There is one special case: what if the inequality fails for all i; that is, it is not cost effective to create any copies. As long as all the qi's are zero, that's OK. The proverbial ``write-only database'' needs no copies! However, in realistic cases with a heavy update rate, we shall be forced to create one copy. The correct choice is whichever i has the largest value of cqi + dui.

## Solutions for Section 19.5

### Exercise 19.5.1(a)

There is a component, call it A at the home computer, and components at each of the banks --- components B and C. Component B receives the directive from A. B checks that there is adequate money in the account, and aborts if not. Otherwise, B subtracts \$10,000 from the account at B and signals C to deposit \$10,000 into the designated account at C. Component C checks that the account exists, and aborts if not. Otherwise, C adds \$10,000 to the account and informs A of a successful conclusion.

### Exercise 19.5.2(a)

(0,1,P), (0,2,P), (1,0,R), (2,0,D), (0,1,A), (0,2,A)

### Exercise 19.5.2(b)

In the first phase, the coordinator exchanges the messages (0,1,P), (1,0,R) with site 1 and the messages (0,2,P), (2,0,R) with site 2. These messages may occur in any of (4 choose 2) = 6 possible interleavings. That is, there are four positions in which these messages occur, and we can pick any two of them to devote to the messages involving site 1.

In the second phase, the coordinator can send commit messages to the other two sites in either order. There are thus 6 * 2 = 12 possible message sequences.

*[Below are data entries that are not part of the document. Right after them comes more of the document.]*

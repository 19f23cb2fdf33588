import type { Routes } from '@angular/router';
import { RunPage } from './run-page';

export const routes: Routes = [{ path: ':runId', component: RunPage }];
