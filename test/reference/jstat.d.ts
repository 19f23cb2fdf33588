/** The part of jstat that the tests use; the package brings no types. */
declare module 'jstat' {
  interface Distribution {
    cdf(x: number, ...parameters: number[]): number;
    inv(probability: number, ...parameters: number[]): number;
    variance(...parameters: number[]): number;
  }
  export const jStat: {
    readonly normal: Distribution;
    readonly uniform: Distribution;
    readonly studentt: Distribution;
    median(values: readonly number[]): number;
  };
}
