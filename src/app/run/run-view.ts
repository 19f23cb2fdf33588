import type { CompiledProcedure } from '../../../procedures/document';
import type { RunEvent, RunHeader, RunState } from '../../../procedures/engine/showing';

/** A run as its screens see it. */
export interface RunView {
  readonly procedure: CompiledProcedure;
  readonly header: RunHeader;
  readonly events: readonly RunEvent[];
  readonly state: RunState;
}

/** Why the last command was not done, in words that say how to go on. */
export interface RunProblem {
  readonly code: string;
  readonly message: string;
  /** The field that it stands beside. */
  readonly field?: string;
  /** The step whose reading no longer holds and has to be taken again. */
  readonly takeAgain?: string;
}
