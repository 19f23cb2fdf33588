import { ChangeDetectionStrategy, Component, computed, inject, input, output } from '@angular/core';
import type { Step } from '../../../procedures/document';
import type { RunCommand, Series } from '../../../procedures/engine/showing';
import type { GearItem } from '../core/wire';
import { CodesEntry } from './codes/codes-entry';
import { entryField } from './entry-draft';
import { FindingEntry } from './finding/finding-entry';
import type { ClocksNow } from './hold-clock';
import { ListenEntry } from './listen/listen-entry';
import type { ListenDone, SeriesTaken } from './listen/listen-requests';
import { KeptPhotos } from './photo/kept-photos';
import { PhotoEntry } from './photo/photo-entry';
import type { PhotoTaken } from './photo/photo-file';
import { ReadingEntry } from './readings/reading-entry';
import { RunPeople } from './run-people';
import type { RunProblem, RunView } from './run-view';
import { StartEntry } from './start/start-entry';
import { SecondPersonEntry } from './second-person/second-person-entry';
import { isForSomebody } from './second-person/waiting-for';
import { ActionEntry } from './steps/action-entry';
import { CallEntry } from './steps/call-entry';
import { ChoiceEntry } from './steps/choice-entry';
import { ComputeEntry } from './steps/compute-entry';
import { DriveEntry } from './steps/drive-entry';
import { HoldEntry } from './steps/hold-entry';
import { RestoreEntry } from './steps/restore-entry';
import { timedStage } from './timed-stage';

/** The entry of any step but a start card of one's own. Apart from it, so that the first one need not wait for all the others. */
@Component({
  selector: 'bay-later-step',
  imports: [
    ActionEntry,
    CallEntry,
    ChoiceEntry,
    CodesEntry,
    ComputeEntry,
    DriveEntry,
    FindingEntry,
    HoldEntry,
    ListenEntry,
    PhotoEntry,
    ReadingEntry,
    RestoreEntry,
    SecondPersonEntry,
    StartEntry,
  ],
  // What the first step has no use for is brought with the others.
  providers: [KeptPhotos, RunPeople],
  templateUrl: './later-step.html',
  styles: ':host { display: contents }',
  changeDetection: ChangeDetectionStrategy.OnPush,
})
export class LaterStep {
  protected readonly photos = inject(KeptPhotos);
  protected readonly people = inject(RunPeople);

  readonly run = input.required<RunView>();
  readonly step = input.required<Step>();
  /** The site's instruments. */
  readonly gear = input.required<readonly GearItem[]>();
  /** The device's clock. */
  readonly now = input.required<number>();
  /** Reads the run's clocks. */
  readonly clocks = input.required<() => ClocksNow>();
  /** The listen step's kept series, once its bytes are read. */
  readonly kept = input<Series>();
  readonly problem = input<RunProblem>();
  readonly isBusy = input(false);
  readonly commanded = output<RunCommand>();
  readonly seriesTaken = output<SeriesTaken>();
  readonly finished = output<ListenDone>();
  readonly photoTaken = output<PhotoTaken>();
  readonly wouldGoTo = output<string | undefined>();
  readonly holdOver = output();
  readonly leftForBench = output();

  /** What is edited in the write-up and not kept yet. */
  protected readonly writeUp = entryField<object>(this.run, 'write-up', {});
  /** Whether only somebody else's part of the step, or the way on after it, is left. */
  protected readonly isForSomebody = computed(() => isForSomebody(this.run(), this.step()));
  /** What a timed step asks for now. */
  protected readonly stage = computed(() => {
    const step = this.step();
    return step.kind === 'hold' || step.kind === 'wait' ? timedStage(this.run(), step) : undefined;
  });
  protected readonly elapsed = () => this.clocks()().elapsed;
}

## Solutions for Section 19.6

### Exercise 19.6.1(a)

Suppose that s, x, and i are the numbers of local shared, exclusive, and intcrement locks that a transaction needs to have a global lock of that type. Since no two transactions can hold an exclusive lock on the same element, we need:

2x > n

just as for the shared + increment system discussed in the section. We also cannot allow a shared and exclusive lock at the same time, which tells us:

x + s > n

Likewise, we cannot have an exclusive and increment lock at the same time, so:

x + i > n

Finally, we cannot have a shared and increment lock at the same time, so:

s + i > n

For example, we could require that any type of lock requires a majority. We cannot allow both s and i to be n/2 or less, because of the last inequality. But we could let one of s and i be 1, while the other, and x, are both n.

### Exercise 19.6.2(a)

The 90% of the accesses that are read-only require no messages, since there is a lock table and a copy at each site. The remaining 10% of the accesses require exclusive locks. Thus, each requires three messages between the originating site and each of the four other sites, a total of 12 messages. The average number of messages is 1.2.

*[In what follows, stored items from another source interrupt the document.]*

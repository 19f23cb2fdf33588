import { compiledValveSeal } from '../../support/compiled-valve-seal';
import { fineGear } from '../../support/ossenholt-gear';
import { readRamp } from '../../support/ramp-file';
import { driveRun, wayWalked, type Row } from '../../support/run-driver';
import { codesClearedAfter, gaugeAtZero, otherHalfNext, sensorsInBand, warmToAir } from '../../support/valve-seal-rows';

/** Running the engine turns the crankshaft and frees the port: what was closed before no longer is. */
describe('crankcase valve seal, warm half: cooled after the other routes were closed', () => {
  const hissing: Row = ['11', { listen: readRamp('demo-cold-never-seals'), begins: 13 }];
  const walk = driveRun({
    procedure: compiledValveSeal(),
    half: 'warm',
    gear: fineGear,
    table: [
      ...warmToAir,
      ...sensorsInBand,
      hissing,
      ['11a', { read: { coolantAtMark: '81' } }],
      ['13', { choose: ['airAtDipstick'] }],
      ['13c', { read: { gaugeLeft: '0.0' } }],
      ['13g', { choose: ['routesIsolated'] }],
      hissing,
      ['11a', { read: { coolantAtMark: '67' } }],
      ['2g', { read: { gaugeLeft: '0.0' } }],
      ['2b', { read: { coolantTemperature: '88' } }],
      ...sensorsInBand,
      ['13g', { choose: ['routesIsolated'] }],
      hissing,
      ['11a', { read: { coolantAtMark: '77' } }],
      ...gaugeAtZero,
      ['17b', { choose: ['notSeen'] }],
      ...codesClearedAfter,
      ...otherHalfNext,
    ],
  });

  it('closes them again before it listens', () => {
    expect(wayWalked(walk)).toBe(
      [
        '1 2a 2b 2c 2d 3 4 5 6 6a 7 8a 8b 9a 9b 9c 10 11 11a 11b 13 13b 13c 13d 13f 13g 13h 9a 9b 9c 10 11 11a',
        '2f 2g 2h 2i 2a 2b 2c 2d 5 6 6a 7 8a 8b 13f 13g 13h 9a 9b 9c 10 11 11a 11b',
        '14 15a 15b 15c 16 17a 17b 17c 18a 18b 19 F4',
      ].join(' '),
    );
  });

  it('reaches its finding with nothing left apart', () => {
    expect(walk.state.finding).toBe('doesNotSeal');
    expect(walk.state.disturbed).toEqual([]);
  });
});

## Solutions for Section 19.7

### Exercise 19.7.1

The task of the compensating transaction is first to determine whether the file f is still the present one with that name, or whether it has been replaced with a later version.
1. If f is still in place, then the compensating transaction must
1. Restore f' if the latter existed, or
2. Delete f if not.

2. If f has been overwritten, then there is no need to change the file with that name.

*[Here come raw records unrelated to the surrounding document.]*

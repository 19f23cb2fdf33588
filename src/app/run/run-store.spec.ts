import 'fake-indexeddb/auto';
import { TestBed } from '@angular/core/testing';
import { openRun, type EventDraft, type RunHeader } from '../../../procedures/engine';
import { openingFacts } from '../../../procedures/engine/testing/run-walk';
import { contentHash } from '../../../procedures/engine';
import { OfflineStore } from '../core/offline-store';
import { RunJournal } from '../core/run-journal';
import type { Person } from '../core/wire';
import {
  closeStores,
  coreForSpecs,
  type HeldTime,
  registeredTablet,
  workOffline,
} from '../core/testing/core-for-specs';
import { RunStore } from './run-store';
import { tapGuardMs } from './tap-guard';
import { RampQueue } from './ramp-queue';
import { instruments, valveSeal, walkedTo } from './testing/run-for-specs';

const header: RunHeader = {
  runId: '018f0000-0000-7000-8000-00000000aaaa',
  procedureId: valveSeal.document.id,
  version: 4,
  contentHash: contentHash(valveSeal.document),
  visitId: 'v-1',
  siteId: 's-ossenholt',
  kind: 'real',
  half: 'cold',
};

async function openedRun(person?: Person): Promise<{ store: RunStore; time: HeldTime; journal: RunJournal }> {
  const { server, time } = coreForSpecs([RunStore]);
  await registeredTablet();
  await workOffline(server, person);
  await TestBed.inject(OfflineStore).procedures.put({
    id: header.procedureId,
    version: header.version,
    status: 'published',
    contentHash: header.contentHash,
    publishedAt: '2026-11-12T09:00:00Z',
    publishedBy: 'R. Adeyemi',
    document: valveSeal.document,
  });
  const journal = TestBed.inject(RunJournal);
  const opening = openRun(valveSeal, openingFacts);
  if (!opening.ok) throw new Error(opening.message);
  await journal.open(header, opening.drafts);
  journal.release(header.runId);
  return { store: TestBed.inject(RunStore), time, journal };
}

/** Loads the run, then does one command after the other, each after the guard time. */
async function loaded(): Promise<Awaited<ReturnType<typeof openedRun>>> {
  const run = await openedRun();
  await run.store.load(header.runId);
  run.time.pass(tapGuardMs);
  return run;
}

describe('RunStore', () => {
  afterEach(() => closeStores());

  it('opens a run that was just begun, without a resume card', async () => {
    const { store } = await loaded();
    expect(store.phase()).toBe('ready');
    expect(store.state()?.current?.id).toBe('start');
    expect(store.needsResume()).toBe(false);
  });

  it.each(['apprentice', 'manager'] as const)('keeps the %s out of a real run, and writes nothing', async (role) => {
    const person: Person = { id: 'p-other', name: 'other', displayName: 'T. Brandt', role, siteId: 's-ossenholt' };
    const { store, journal } = await openedRun(person);
    await store.load(header.runId);
    expect(store.phase()).toBe('not-allowed');
    expect(await store.act({ do: 'acknowledge-caution', caution: 0 })).toBe(false);
    expect((await journal.load(header.runId))?.events).toHaveLength(2);
  });

  it('says that a run is not on this tablet', async () => {
    const { store } = await openedRun();
    await store.load('018f0000-0000-7000-8000-00000000bbbb');
    expect(store.phase()).toBe('missing');
  });

  it('says which version of the procedure is missing', async () => {
    const { store } = await openedRun();
    await TestBed.inject(OfflineStore).procedures.clear();
    await store.load(header.runId);
    expect(store.phase()).toBe('no-procedure');
    expect(store.phaseDetail()).toBe('crankcase-valve-seal, version 4');
  });

  it('goes on only once the events of a command are stored', async () => {
    const { store, journal } = await loaded();
    expect(await store.act({ do: 'acknowledge-caution', caution: 0 })).toBe(true);
    expect(store.state()?.current?.acknowledged).toEqual([0]);
    const kept = await journal.load(header.runId);
    expect(kept?.events.at(-1)).toMatchObject({ type: 'caution-acknowledged', data: { caution: 0 } });
    expect(kept?.row.summary).toMatchObject({ status: 'open', current: { number: '1' } });
  });

  it('refuses a double tap, whatever it is about', async () => {
    const { store, time } = await loaded();
    await store.act({ do: 'acknowledge-caution', caution: 0 });
    time.pass(tapGuardMs - 1);
    expect(await store.act({ do: 'acknowledge-caution', caution: 1 })).toBe(false);
    expect(store.problem()).toBeUndefined();
    time.pass(1);
    expect(await store.act({ do: 'acknowledge-caution', caution: 1 })).toBe(true);
    expect(store.state()?.current?.acknowledged).toEqual([0, 1]);
  });

  it('refuses a second command while the first one is being written', async () => {
    const { store, time } = await loaded();
    const first = store.act({ do: 'acknowledge-caution', caution: 0 });
    expect(store.busy()).toBe('acknowledge-caution');
    time.pass(tapGuardMs);
    expect(await store.act({ do: 'acknowledge-caution', caution: 1 })).toBe(false);
    expect(await first).toBe(true);
    expect(store.isBusy()).toBe(false);
  });

  it('says in words why a command is refused, and writes nothing', async () => {
    const { store, journal } = await loaded();
    expect(await store.act({ do: 'confirm' })).toBe(false);
    expect(store.problem()).toMatchObject({ code: 'caution-first', message: 'Read the caution first and say so.' });
    expect((await journal.load(header.runId))?.events).toHaveLength(2);
  });

  it('asks first whether to go on when a run with entries is opened again', async () => {
    const { store, time } = await loaded();
    await store.act({ do: 'acknowledge-caution', caution: 0 });
    store.leave();
    await store.load(header.runId);
    time.pass(tapGuardMs);

    expect(store.needsResume()).toBe(true);
    expect(await store.act({ do: 'acknowledge-caution', caution: 1 })).toBe(false);
    expect(store.problem()?.code).toBe('resume-first');
    time.pass(tapGuardMs);
    expect(await store.act({ do: 'resume' })).toBe(true);
    expect(store.needsResume()).toBe(false);
    expect(store.view()?.events.at(-1)).toMatchObject({ type: 'resumed', data: { from: 'reload' } });
    time.pass(tapGuardMs);
    expect(await store.act({ do: 'acknowledge-caution', caution: 1 })).toBe(true);
  });

  it('lets the test be stopped before the resume card is answered', async () => {
    const { store, time } = await loaded();
    await store.act({ do: 'acknowledge-caution', caution: 0 });
    store.askToResume();
    time.pass(tapGuardMs);
    expect(await store.act({ do: 'stop', reason: '' })).toBe(true);
    expect(store.state()?.status).toBe('stopped');
  });

  it('records nothing, and shows the run only, when another window has gone on with it', async () => {
    const { store, journal, time } = await loaded();
    // Another window's event at the very next place.
    const place = await journal.load(header.runId);
    await TestBed.inject(OfflineStore).events.put({ ...place!.events[1]!, seq: 3 });
    time.pass(tapGuardMs);
    expect(await store.act({ do: 'acknowledge-caution', caution: 0 })).toBe(false);
    expect(store.problem()?.code).toBe('elsewhere');
    expect(store.isElsewhere()).toBe(true);
    time.pass(tapGuardMs);
    expect(await store.act({ do: 'acknowledge-caution', caution: 0 })).toBe(false);
  });

  it('notes that the clock was set back, before the next event', async () => {
    const { store, time } = await loaded();
    time.now -= 3 * 3_600_000;
    await store.act({ do: 'acknowledge-caution', caution: 0 });
    expect(store.view()?.events.slice(-2)).toMatchObject([
      { type: 'clock-jumped', data: { byMs: -3 * 3_600_000 } },
      { type: 'caution-acknowledged' },
    ]);
  });

  it('counts the run\u2019s own time on over a reload', async () => {
    const { store, time } = await loaded();
    time.pass(5_000);
    await store.act({ do: 'acknowledge-caution', caution: 0 });
    const before = store.clocks().elapsed;
    store.leave();
    time.pass(20_000);
    await store.load(header.runId);
    expect(store.clocks().elapsed - before).toBe(20_000);
    expect(store.clocks()).toMatchObject({ clockBackMs: 0, loadedElapsed: before + 20_000 });
  });

  it('lets the taps that belong to one go through together', async () => {
    const { store } = await loaded();
    expect(await store.act({ do: 'acknowledge-caution', caution: 0 })).toBe(true);
    const instrument = instruments['gauge'];
    if (instrument === undefined) throw new Error('no gauge');
    expect(await store.act({ do: 'choose-gear', role: 'gauge', instrument }, { isFollowUp: true })).toBe(true);
  });

  describe('at a ramp', () => {
    const at = (timeS: number, text: string) => ({ do: 'record', name: 'gauge', text, unit: 'kPa', timeS }) as const;

    /** A run that stands at the ramp, gone on with. */
    async function atRamp() {
      const run = await openedRun();
      const rampHeader = { ...header, runId: '018f0000-0000-7000-8000-00000000cccc' };
      const { events } = walkedTo('raise-and-listen', { header: rampHeader });
      await run.journal.open(
        rampHeader,
        events.map(({ type, data }) => ({ type, data }) as EventDraft),
      );
      run.journal.release(rampHeader.runId);
      await run.store.load(rampHeader.runId);
      run.time.pass(tapGuardMs);
      expect(await run.store.act({ do: 'resume' })).toBe(true);
      run.time.pass(tapGuardMs);
      return run;
    }

    it('writes what is tapped while a point is being written, in its order, and nothing is disabled meanwhile', async () => {
      const { store, time } = await atRamp();
      const queue = TestBed.inject(RampQueue);
      const first = store.act(at(0, '0.0'));
      expect(store.busy()).toBe('record');
      expect(store.isBusy()).toBe(false);
      time.pass(10);
      const mark = store.act({ do: 'mark', mark: 'noise-begins', timeS: 0.1, by: 'tap' });
      const second = store.act(at(0.25, '0.5'));
      expect(queue.commands()).toHaveLength(3);
      expect(await Promise.all([first, mark, second])).toEqual([true, true, true]);
      expect(queue.commands()).toEqual([]);
      expect(store.view()?.events.slice(-3)).toMatchObject([
        { type: 'reading-recorded', data: { timeS: 0 } },
        { type: 'mark-placed', data: { timeS: 0.1 } },
        { type: 'reading-recorded', data: { timeS: 0.25 } },
      ]);
    });

    it('keeps a mark behind a point that is refused, and says why that was', async () => {
      const { store } = await atRamp();
      const point = store.act(at(0, 'not a figure'));
      const mark = store.act({ do: 'mark', mark: 'noise-begins', timeS: 0.1, by: 'tap' });
      expect(await Promise.all([point, mark])).toEqual([false, true]);
      expect(store.view()?.events.at(-1)?.type).toBe('mark-placed');
    });

    it('does not decide anything else meanwhile, but stops', async () => {
      const { store } = await atRamp();
      const point = store.act(at(0, '0.0'));
      expect(await store.act({ do: 'redo', step: 'raise-and-listen', reason: 'anew' })).toBe(false);
      const stop = store.act({ do: 'stop', reason: '' });
      const again = store.act({ do: 'stop', reason: '' });
      expect(await Promise.all([point, stop, again])).toEqual([true, true, false]);
      expect(store.state()?.status).toBe('stopped');
    });
  });
});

To see that this compensation works, we can consider all the possible cases above, and check that the file system, after compensation, is the same as would be the case had f never been written. If f was overwritten before compensation, then we surely leave the file system in the same state as if f were never written. If f is not overwritten, then we have correctly left the file with that name being either f', if it existed, or left the file system with no file of that name.

There are two interesting issues. First, in order for there to be a compensating transaction, it seems we must both remember the time at which the installation occurred (so we can tell whether the file f has been overwritten when the uninstallation occurs), and we must also remember the file f', at least until such time as the file is overwritten, and the new value is itself guaranteed never to be uninstalled (i.e., the saga that wrote it has finished). These features are not commonly available.

Second, note that file systems do not support serializability. Thus, it is entirely possible that the uninstalled file f has been read, and its contents have influenced other files or the behavior of the system.